2. It can operate 24/7, freeing workers from tedious tasks and improving work efficiency. Workers can also monitor the actual operation of equipment at any time.

3. Data is presented graphically, clearly and directly to the public, providing a more intuitive understanding of electricity usage and any potential problems.

4. It can monitor the electrical conditions of the entire monitored area in real time, achieving true "transparency" in electrical fire safety.

5. It can promptly issue an alarm if any data changes that could cause an accident are detected.

6. An automatic alarm mechanism is activated upon detecting line abnormalities, simultaneously pinpointing the location of the incident, providing convenience for fire departments and enabling rapid identification and timely handling of potential hazards;

7. Real-time management is achieved through monitoring system software deployed on a cloud platform.

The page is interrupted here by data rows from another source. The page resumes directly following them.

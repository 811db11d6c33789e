/** Deals, payments, the ledger and settlements. */
export const moneySchema = `
create sequence deal_codes start 1001;

create table deals (
  id uuid primary key,
  code text not null unique default 'D-' || nextval('deal_codes'),
  lot_id uuid not null references lots,
  seller_id uuid not null references members,
  buyer_id uuid not null references members,
  state text not null default 'awaiting_payment'
    check (state in ('awaiting_payment', 'held', 'dispatched', 'ready', 'received', 'weighed_in', 'in_dispute', 'settling', 'needs_approval', 'settled', 'cancelled', 'refunded')),
  frozen_at timestamptz,
  price_minor bigint not null check (price_minor between 1 and 99999999),
  freight_minor bigint not null check (freight_minor between 0 and 99999999),
  buyer_fee_bp integer not null,
  seller_fee_bp integer not null,
  buyer_tax_bp integer not null default 0,
  seller_tax_bp integer not null default 0,
  hold_minor bigint not null check (hold_minor between 1 and 99999999),
  -- the deadline that runs now and what it is for; null when none runs
  due_kind text,
  due_from timestamptz,
  due_at timestamptz,
  -- the deadline stands still since then: a bank debit is on its way
  due_paused_at timestamptz,
  awarded_at timestamptz not null default market_now(),
  paid_at timestamptz,
  carrier text,
  tracking_code text,
  dispatched_at timestamptz,
  received_at timestamptz,
  weighed_in_at timestamptz,
  accepted_at timestamptz,
  settled_at timestamptz,
  ended_at timestamptz,
  updated_at timestamptz not null default market_now(),
  constraint deals_parties_check check (seller_id <> buyer_id)
);
create unique index deals_live_lot_key on deals (lot_id) where state <> 'cancelled';
create index deals_seller_idx on deals (seller_id, updated_at desc);
create index deals_buyer_idx on deals (buyer_id, updated_at desc);
create index deals_due_idx on deals (due_at) where due_at is not null and frozen_at is null and due_paused_at is null;

alter table photos add constraint photos_deal_fk foreign key (deal_id) references deals;

create table deal_events (
  id bigint generated always as identity primary key,
  deal_id uuid not null references deals,
  at timestamptz not null default market_now(),
  actor text not null check (actor in ('seller', 'buyer', 'market', 'desk')),
  actor_id uuid references members,
  kind text not null,
  detail jsonb not null default '{}'
);
create index deal_events_deal_idx on deal_events (deal_id, id);

create table weigh_ins (
  deal_id uuid primary key references deals,
  gross_g numeric(14, 3) not null check (gross_g > 0),
  tare_g numeric(14, 3) not null check (tare_g >= 0),
  net_g numeric(14, 3) not null check (net_g > 0 and net_g = gross_g - tare_g),
  scale_resolution_g numeric(12, 4) not null check (scale_resolution_g > 0),
  scale_serial text not null,
  note text not null,
  photo_ids uuid[] not null default '{}',
  -- null when nobody weighed in time and the declared mass stands
  entered_by uuid references members,
  at timestamptz not null default market_now(),
  countersigned_at timestamptz,
  claim_ends_at timestamptz not null,
  countersign_ends_at timestamptz not null
);

create table claims (
  deal_id uuid primary key references deals,
  ground text not null check (ground = 'mass'),
  declared_g numeric(14, 3) not null,
  found_g numeric(14, 3) not null,
  adjustment_minor bigint not null check (adjustment_minor > 0),
  at timestamptz not null default market_now(),
  accepted_at timestamptz
);

create table payments (
  id uuid primary key,
  deal_id uuid not null references deals,
  attempt integer not null,
  amount_minor bigint not null check (amount_minor > 0),
  state text not null default 'created' check (state in ('created', 'open', 'processing', 'failed', 'expired', 'succeeded', 'refunded')),
  session_id text unique,
  intent_id text unique,
  charge_id text unique,
  processor_fee_minor bigint,
  url text,
  message text not null default '',
  created_at timestamptz not null default market_now(),
  succeeded_at timestamptz,
  unique (deal_id, attempt)
);
create unique index payments_succeeded_key on payments (deal_id) where state = 'succeeded';

create table payout_accounts (
  member_id uuid primary key references members,
  account_id text not null unique,
  transfers_active boolean not null default false,
  payouts_enabled boolean not null default false,
  requirements text[] not null default '{}',
  updated_at timestamptz not null default market_now()
);

create table payouts (
  id text primary key,
  account_id text not null references payout_accounts (account_id),
  amount_minor bigint not null,
  state text not null check (state in ('pending', 'in_transit', 'paid', 'failed', 'cancelled')),
  at timestamptz not null
);
create index payouts_account_idx on payouts (account_id, at desc);

create table settlements (
  id uuid primary key,
  deal_id uuid not null unique references deals,
  value_minor bigint not null check (value_minor >= 0),
  freight_minor bigint not null,
  buyer_fee_minor bigint not null,
  seller_fee_minor bigint not null,
  buyer_tax_minor bigint not null,
  seller_tax_minor bigint not null,
  paid_in_minor bigint not null,
  seller_gets_minor bigint not null check (seller_gets_minor >= 0),
  refund_minor bigint not null check (refund_minor >= 0),
  adjustment_minor bigint not null check (adjustment_minor >= 0),
  steps jsonb not null,
  hash text not null,
  at timestamptz not null default market_now(),
  constraint settlements_sum_check check (
    paid_in_minor = seller_gets_minor + buyer_fee_minor + seller_fee_minor + buyer_tax_minor + seller_tax_minor + refund_minor
  )
);

create table transfers (
  id uuid primary key,
  settlement_id uuid not null references settlements,
  deal_id uuid not null references deals,
  member_id uuid not null references members,
  amount_minor bigint not null check (amount_minor > 0),
  state text not null check (state in ('waiting', 'queued', 'sent', 'failed')),
  reason text not null default '',
  transfer_id text unique,
  key text not null unique,
  sent_at timestamptz,
  unique (settlement_id, member_id)
);
create index transfers_deal_idx on transfers (deal_id);
create index transfers_member_idx on transfers (member_id) where state in ('waiting', 'queued');

create table refunds (
  id uuid primary key,
  deal_id uuid not null references deals,
  payment_id uuid not null references payments,
  amount_minor bigint not null check (amount_minor > 0),
  why text not null,
  state text not null default 'queued' check (state in ('queued', 'sent', 'failed')),
  reason text not null default '',
  refund_id text unique,
  key text not null unique,
  sent_at timestamptz
);
create index refunds_deal_idx on refunds (deal_id);
create index refunds_payment_idx on refunds (payment_id);

create table ledger_accounts (
  id bigint generated always as identity primary key,
  code text not null unique,
  currency text not null,
  normal text not null check (normal in ('D', 'C')),
  min_zero boolean not null,
  -- signed in the account's own sense: a debit account grows by debits
  balance bigint not null default 0,
  version integer not null default 0,
  constraint ledger_accounts_min_zero check (not min_zero or balance >= 0)
);

create table ledger_transfers (
  id uuid primary key,
  kind text not null,
  deal_id uuid references deals on delete restrict,
  idem_key text not null unique,
  event_at timestamptz not null,
  created_at timestamptz not null default clock_timestamp()
);

create table ledger_entries (
  id bigint generated always as identity primary key,
  transfer_id uuid not null references ledger_transfers on delete restrict,
  account_id bigint not null references ledger_accounts on delete restrict,
  currency text not null,
  -- debit positive, credit negative: the entries of a transfer add up to nought
  amount bigint not null check (amount <> 0),
  account_version integer not null,
  balance_after bigint not null,
  constraint ledger_entries_version_key unique (account_id, account_version)
);
create index ledger_entries_transfer_idx on ledger_entries (transfer_id);

-- Posting an entry moves its account's balance: the application cannot write balances by itself.
create function ledger_post_entry() returns trigger language plpgsql security definer set search_path = public as $$
declare account ledger_accounts;
begin
  update ledger_accounts a
     set balance = a.balance + case a.normal when 'D' then new.amount else -new.amount end, version = a.version + 1
   where a.id = new.account_id
  returning * into account;
  if not found then raise exception 'ledger: no account %', new.account_id using errcode = '23503'; end if;
  if account.currency <> new.currency then
    raise exception 'ledger: account % is kept in %, not in %', account.code, account.currency, new.currency using errcode = '23514';
  end if;
  new.account_version := account.version;
  new.balance_after := account.balance;
  return new;
end $$;
create trigger ledger_entries_post before insert on ledger_entries for each row execute function ledger_post_entry();

create function ledger_check_balanced() returns trigger language plpgsql security definer set search_path = public as $$
declare off record; entries integer; wanted uuid;
begin
  wanted := case tg_table_name when 'ledger_transfers' then (to_jsonb(new) ->> 'id')::uuid else (to_jsonb(new) ->> 'transfer_id')::uuid end;
  select currency, sum(amount) as total into off from ledger_entries where transfer_id = wanted group by currency having sum(amount) <> 0 limit 1;
  if found then
    raise exception 'ledger: transfer % is out of balance by % %', wanted, off.total, off.currency using errcode = '23514';
  end if;
  select count(*) into entries from ledger_entries where transfer_id = wanted;
  if entries < 2 then raise exception 'ledger: transfer % has fewer than two entries', wanted using errcode = '23514'; end if;
  return null;
end $$;
create constraint trigger ledger_entries_balanced after insert on ledger_entries
  deferrable initially deferred for each row execute function ledger_check_balanced();
create constraint trigger ledger_transfers_balanced after insert on ledger_transfers
  deferrable initially deferred for each row execute function ledger_check_balanced();

create function refuse_change() returns trigger language plpgsql as $$
begin raise exception '% is append only', tg_table_name using errcode = '42501'; end $$;
create trigger ledger_entries_frozen before update or delete on ledger_entries for each row execute function refuse_change();
create trigger ledger_transfers_frozen before update or delete on ledger_transfers for each row execute function refuse_change();
create trigger ledger_entries_kept before truncate on ledger_entries for each statement execute function refuse_change();
create trigger ledger_transfers_kept before truncate on ledger_transfers for each statement execute function refuse_change();
create trigger ledger_accounts_kept before delete on ledger_accounts for each row execute function refuse_change();
create trigger ledger_accounts_not_emptied before truncate on ledger_accounts for each statement execute function refuse_change();
create trigger audit_log_frozen before update or delete on audit_log for each row execute function refuse_change();
create trigger audit_log_kept before truncate on audit_log for each statement execute function refuse_change();
create trigger deal_events_frozen before update or delete on deal_events for each row execute function refuse_change();

grant usage on schema public to lydite_app;
grant select, insert, update, delete on all tables in schema public to lydite_app;
grant usage on all sequences in schema public to lydite_app;
revoke update, delete, truncate on ledger_entries, ledger_transfers, ledger_accounts, audit_log, deal_events, market_clock from lydite_app;
revoke insert on market_clock, ledger_accounts, ledger_entries from lydite_app;
-- An account opens empty, and an entry's running balance is the trigger's to write.
grant insert (code, currency, normal, min_zero) on ledger_accounts to lydite_app;
grant insert (transfer_id, account_id, currency, amount) on ledger_entries to lydite_app;
`;
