import type { MigrationInterface, QueryRunner } from 'typeorm';
import { lotsSchema } from './schema-2-lots.sql.ts';
import { moneySchema } from './schema-3-money.sql.ts';
import { peopleSchema } from './schema-1-people.sql.ts';

export class CreateMarket implements MigrationInterface {
  name = 'CreateMarket1765000000001';

  async up(runner: QueryRunner): Promise<void> {
    for (const schema of [peopleSchema, lotsSchema, moneySchema]) await runner.query(schema);
  }

  /** Back to an empty schema. `drop owned` spares the migrations table, which the runner keeps. */
  async down(runner: QueryRunner): Promise<void> {
    await runner.query(`
      do $$ declare t record; begin
        for t in select tablename from pg_tables where schemaname = 'public' and tablename <> 'migrations' loop
          execute format('drop table if exists public.%I cascade', t.tablename);
        end loop;
      end $$;
      drop sequence if exists lot_codes, deal_codes;
      drop function if exists market_now, ledger_post_entry, ledger_check_balanced, refuse_change;
    `);
  }
}
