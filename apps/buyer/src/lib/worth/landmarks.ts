import { simulateLot, type Catalogue, type LineInput } from '@lydite/valuation';

/** Kinds far enough apart on the grade axis for their names to stand side by side. */
const shown: readonly [classCode: string, name: string][] = [
  ['mixed-boards', 'Mixed boards'],
  ['phone-boards', 'Phone boards'],
  ['edge-contacts', 'Edge contacts'],
];

const oneKilogram = (classCode: string): LineInput => ({
  id: classCode,
  classCode,
  identityEvidence: 'inspected',
  massG: 1000,
  massEvidence: 'weighed',
  scaleResolutionG: 0,
  pieces: null,
  countEvidence: 'stated',
  plating: null,
  contactsPerPiece: null,
  padAreaMm2: null,
  areaCm2PerPiece: null,
  pieceMassG: null,
  wear: null,
  assay: null,
});

function middleGrade(classCode: string, catalogue: Catalogue): number {
  const { goldG } = simulateLot({ lines: [oneKilogram(classCode)] }, catalogue, { seed: 1, draws: 1021 });
  return goldG.toSorted()[goldG.length >> 1]! * 1000;
}

/** Middle grades of well-known kinds, as the catalogue has them: landmarks on the list's axis. */
export const gradeLandmarks = (catalogue: Catalogue): { name: string; gradeGPerT: number }[] =>
  shown
    .filter(([code]) => catalogue.classes.some((one) => one.code === code))
    .map(([code, name]) => ({ name, gradeGPerT: middleGrade(code, catalogue) }));
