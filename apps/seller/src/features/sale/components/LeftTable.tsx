import { formatMoney, formatShare, MINUS, MoneyText } from '@lydite/ui';
import type { LeftRow } from '../what-is-left.ts';

interface LeftTableProps {
  rows: readonly LeftRow[];
  currency: string;
  sellerFeeShare: number;
  /** What a buyer with usual terms could safely bid; explained under the table. */
  usualMinor: number | null;
}

/** What a price leaves in the seller's hand, with every step to it. */
export function LeftTable({ rows, currency, sellerFeeShare, usualMinor }: LeftTableProps) {
  if (rows.length === 0) return null;
  const cents = { currency, cents: 'always' } as const;
  return (
    <section className="mt-10" aria-labelledby="what-is-left">
      <h2 id="what-is-left">What it leaves you</h2>
      <div className="table-scroll" role="region" aria-labelledby="what-is-left" tabIndex={0}>
        <table className="table">
          <thead>
            <tr>
              <th scope="col">If sold at</th>
              <th scope="col" className="r">
                Price
              </th>
              <th scope="col" className="r">
                Freight
              </th>
              <th scope="col" className="r whitespace-normal!">
                Market’s fee, {formatShare(sellerFeeShare)}
              </th>
              <th scope="col" className="r">
                In hand
              </th>
            </tr>
          </thead>
          <tbody>
            {rows.map(({ label, priceMinor, freightMinor, feeMinor, netMinor }) => (
              <tr key={label}>
                <th scope="row">{label}</th>
                <td className="r">
                  <MoneyText amountMinor={priceMinor} {...cents} />
                </td>
                <td className="r">
                  <MoneyText amountMinor={freightMinor} {...cents} />
                </td>
                <td className="r">
                  {MINUS}
                  <MoneyText amountMinor={feeMinor} {...cents} />
                </td>
                <td className="r">
                  <b>
                    <MoneyText amountMinor={netMinor} {...cents} />
                  </b>
                </td>
              </tr>
            ))}
          </tbody>
        </table>
      </div>
      {usualMinor !== null && (
        <p className="small mute mt-3">
          With the market’s usual costs, yields and margin, a buyer could safely bid about{' '}
          {formatMoney(usualMinor, currency)} for this lot as you describe it. Buyers reckon with their own.
        </p>
      )}
    </section>
  );
}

The platform's open construction and operation sub-centers enhance operational quality;

8. Communication equipment and links enabling data exchange between on-site intelligent terminal devices and the cloud platform host offer multiple communication methods, reducing costs;

9. Various intelligent terminal devices installed on-site enable the collection, monitoring, and communication of on-site electrical safety data;

10. Effectively addresses challenges such as aging electrical wiring in electricity users, lack of professional electricians in small and micro enterprises, the inability to visually and systematically identify electrical hazards in real time, and difficulties in inspecting hidden works;

11. Through a comprehensive "enterprise-region" regulatory model, a scientifically sound and comprehensive intelligent electrical safety hazard monitoring and service system is formed, with source control, IoT devices as carriers, and big data support.